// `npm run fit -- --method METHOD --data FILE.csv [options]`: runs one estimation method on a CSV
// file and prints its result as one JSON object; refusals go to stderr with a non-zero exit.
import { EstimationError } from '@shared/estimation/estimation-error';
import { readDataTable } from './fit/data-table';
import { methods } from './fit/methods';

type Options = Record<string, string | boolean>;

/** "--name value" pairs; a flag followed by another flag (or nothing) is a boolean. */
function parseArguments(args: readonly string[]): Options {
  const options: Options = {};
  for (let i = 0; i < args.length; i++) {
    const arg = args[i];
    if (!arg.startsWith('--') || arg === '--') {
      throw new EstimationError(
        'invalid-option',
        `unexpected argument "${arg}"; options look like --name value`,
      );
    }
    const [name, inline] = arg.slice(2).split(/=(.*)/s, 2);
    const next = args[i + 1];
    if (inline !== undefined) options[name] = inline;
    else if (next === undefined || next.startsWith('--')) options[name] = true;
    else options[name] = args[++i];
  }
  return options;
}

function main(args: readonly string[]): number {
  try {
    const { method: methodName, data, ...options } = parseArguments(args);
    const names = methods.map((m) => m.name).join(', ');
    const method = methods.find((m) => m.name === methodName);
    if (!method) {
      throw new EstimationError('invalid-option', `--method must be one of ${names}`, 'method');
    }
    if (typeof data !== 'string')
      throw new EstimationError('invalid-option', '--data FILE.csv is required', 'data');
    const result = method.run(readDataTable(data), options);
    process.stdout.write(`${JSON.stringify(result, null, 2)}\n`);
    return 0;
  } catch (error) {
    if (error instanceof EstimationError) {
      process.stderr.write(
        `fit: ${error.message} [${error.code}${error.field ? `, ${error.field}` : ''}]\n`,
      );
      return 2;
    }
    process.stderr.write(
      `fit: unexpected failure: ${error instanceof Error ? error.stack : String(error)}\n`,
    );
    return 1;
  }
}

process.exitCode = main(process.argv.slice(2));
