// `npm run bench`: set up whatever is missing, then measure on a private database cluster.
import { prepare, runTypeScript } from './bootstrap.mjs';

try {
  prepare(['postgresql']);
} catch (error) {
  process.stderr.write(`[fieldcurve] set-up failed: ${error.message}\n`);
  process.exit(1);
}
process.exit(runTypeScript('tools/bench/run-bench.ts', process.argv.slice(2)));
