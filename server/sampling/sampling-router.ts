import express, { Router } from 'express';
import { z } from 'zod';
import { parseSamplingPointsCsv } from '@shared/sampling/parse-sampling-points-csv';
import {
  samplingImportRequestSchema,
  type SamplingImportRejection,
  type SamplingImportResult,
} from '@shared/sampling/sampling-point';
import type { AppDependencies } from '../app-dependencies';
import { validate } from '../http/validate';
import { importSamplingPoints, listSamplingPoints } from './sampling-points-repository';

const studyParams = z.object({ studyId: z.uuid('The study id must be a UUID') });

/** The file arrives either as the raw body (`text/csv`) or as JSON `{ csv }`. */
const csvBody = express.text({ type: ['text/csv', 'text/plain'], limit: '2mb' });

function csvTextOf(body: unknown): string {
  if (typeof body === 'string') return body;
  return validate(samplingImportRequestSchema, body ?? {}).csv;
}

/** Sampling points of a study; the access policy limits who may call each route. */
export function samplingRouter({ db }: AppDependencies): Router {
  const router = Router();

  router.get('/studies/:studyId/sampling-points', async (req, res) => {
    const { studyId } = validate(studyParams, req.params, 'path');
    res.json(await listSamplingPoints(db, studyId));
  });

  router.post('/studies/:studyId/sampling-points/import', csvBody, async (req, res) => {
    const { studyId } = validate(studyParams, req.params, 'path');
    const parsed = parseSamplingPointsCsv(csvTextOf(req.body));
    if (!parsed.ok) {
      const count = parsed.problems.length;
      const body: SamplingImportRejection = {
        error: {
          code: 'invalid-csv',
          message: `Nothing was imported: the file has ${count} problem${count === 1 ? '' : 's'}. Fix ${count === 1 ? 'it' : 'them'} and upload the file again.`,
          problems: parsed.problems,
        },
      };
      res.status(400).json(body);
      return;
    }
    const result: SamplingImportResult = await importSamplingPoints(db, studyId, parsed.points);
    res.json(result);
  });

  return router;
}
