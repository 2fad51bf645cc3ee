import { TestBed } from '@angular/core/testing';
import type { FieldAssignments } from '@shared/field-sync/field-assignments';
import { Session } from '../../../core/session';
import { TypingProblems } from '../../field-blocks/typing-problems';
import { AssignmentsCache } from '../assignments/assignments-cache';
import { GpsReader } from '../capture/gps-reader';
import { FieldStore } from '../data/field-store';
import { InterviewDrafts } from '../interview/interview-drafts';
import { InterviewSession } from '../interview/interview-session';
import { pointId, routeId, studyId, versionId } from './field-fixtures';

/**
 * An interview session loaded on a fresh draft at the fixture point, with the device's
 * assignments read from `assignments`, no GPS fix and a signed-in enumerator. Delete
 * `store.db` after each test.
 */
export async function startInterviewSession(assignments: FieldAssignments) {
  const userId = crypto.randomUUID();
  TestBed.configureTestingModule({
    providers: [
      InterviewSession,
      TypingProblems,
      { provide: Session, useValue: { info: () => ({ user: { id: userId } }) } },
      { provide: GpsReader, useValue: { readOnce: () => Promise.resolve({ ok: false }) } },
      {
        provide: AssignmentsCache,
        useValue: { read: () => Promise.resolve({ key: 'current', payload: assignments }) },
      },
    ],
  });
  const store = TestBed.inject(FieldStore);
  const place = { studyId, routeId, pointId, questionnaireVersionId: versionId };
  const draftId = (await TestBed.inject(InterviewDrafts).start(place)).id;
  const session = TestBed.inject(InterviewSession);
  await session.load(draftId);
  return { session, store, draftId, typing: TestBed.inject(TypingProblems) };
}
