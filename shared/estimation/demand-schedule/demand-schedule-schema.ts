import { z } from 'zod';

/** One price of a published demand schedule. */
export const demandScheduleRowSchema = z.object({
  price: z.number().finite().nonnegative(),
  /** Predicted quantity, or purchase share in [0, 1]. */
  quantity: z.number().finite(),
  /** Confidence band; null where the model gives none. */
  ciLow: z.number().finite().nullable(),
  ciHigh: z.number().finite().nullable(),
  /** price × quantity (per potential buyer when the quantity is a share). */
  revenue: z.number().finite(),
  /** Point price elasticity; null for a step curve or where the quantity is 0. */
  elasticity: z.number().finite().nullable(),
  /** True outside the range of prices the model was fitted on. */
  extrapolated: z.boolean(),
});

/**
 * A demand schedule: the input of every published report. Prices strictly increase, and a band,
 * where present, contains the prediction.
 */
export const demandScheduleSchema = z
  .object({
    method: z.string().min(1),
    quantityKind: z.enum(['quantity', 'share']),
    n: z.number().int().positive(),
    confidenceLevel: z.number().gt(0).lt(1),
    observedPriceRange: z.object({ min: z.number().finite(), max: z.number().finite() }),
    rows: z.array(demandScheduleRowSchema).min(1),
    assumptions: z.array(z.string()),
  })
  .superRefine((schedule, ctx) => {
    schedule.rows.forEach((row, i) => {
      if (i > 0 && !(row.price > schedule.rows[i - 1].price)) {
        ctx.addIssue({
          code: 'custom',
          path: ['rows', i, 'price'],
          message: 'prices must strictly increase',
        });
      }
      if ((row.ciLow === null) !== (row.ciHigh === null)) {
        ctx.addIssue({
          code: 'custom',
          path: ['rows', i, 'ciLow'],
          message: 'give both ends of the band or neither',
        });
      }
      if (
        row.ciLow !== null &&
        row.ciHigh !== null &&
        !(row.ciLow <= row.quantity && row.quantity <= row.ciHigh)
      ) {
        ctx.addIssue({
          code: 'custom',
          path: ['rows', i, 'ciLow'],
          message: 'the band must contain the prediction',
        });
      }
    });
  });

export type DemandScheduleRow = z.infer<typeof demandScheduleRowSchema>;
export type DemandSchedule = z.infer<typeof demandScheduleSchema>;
■ ■ ■ ■ ■
DIRECTIONS:
The word to find is "parseArguments". Copy every line of the data that holds it.

WRITTEN RESPONSE:
function parseArguments(args: readonly string[]): Options {
    const { method: methodName, data, ...options } = parseArguments(args);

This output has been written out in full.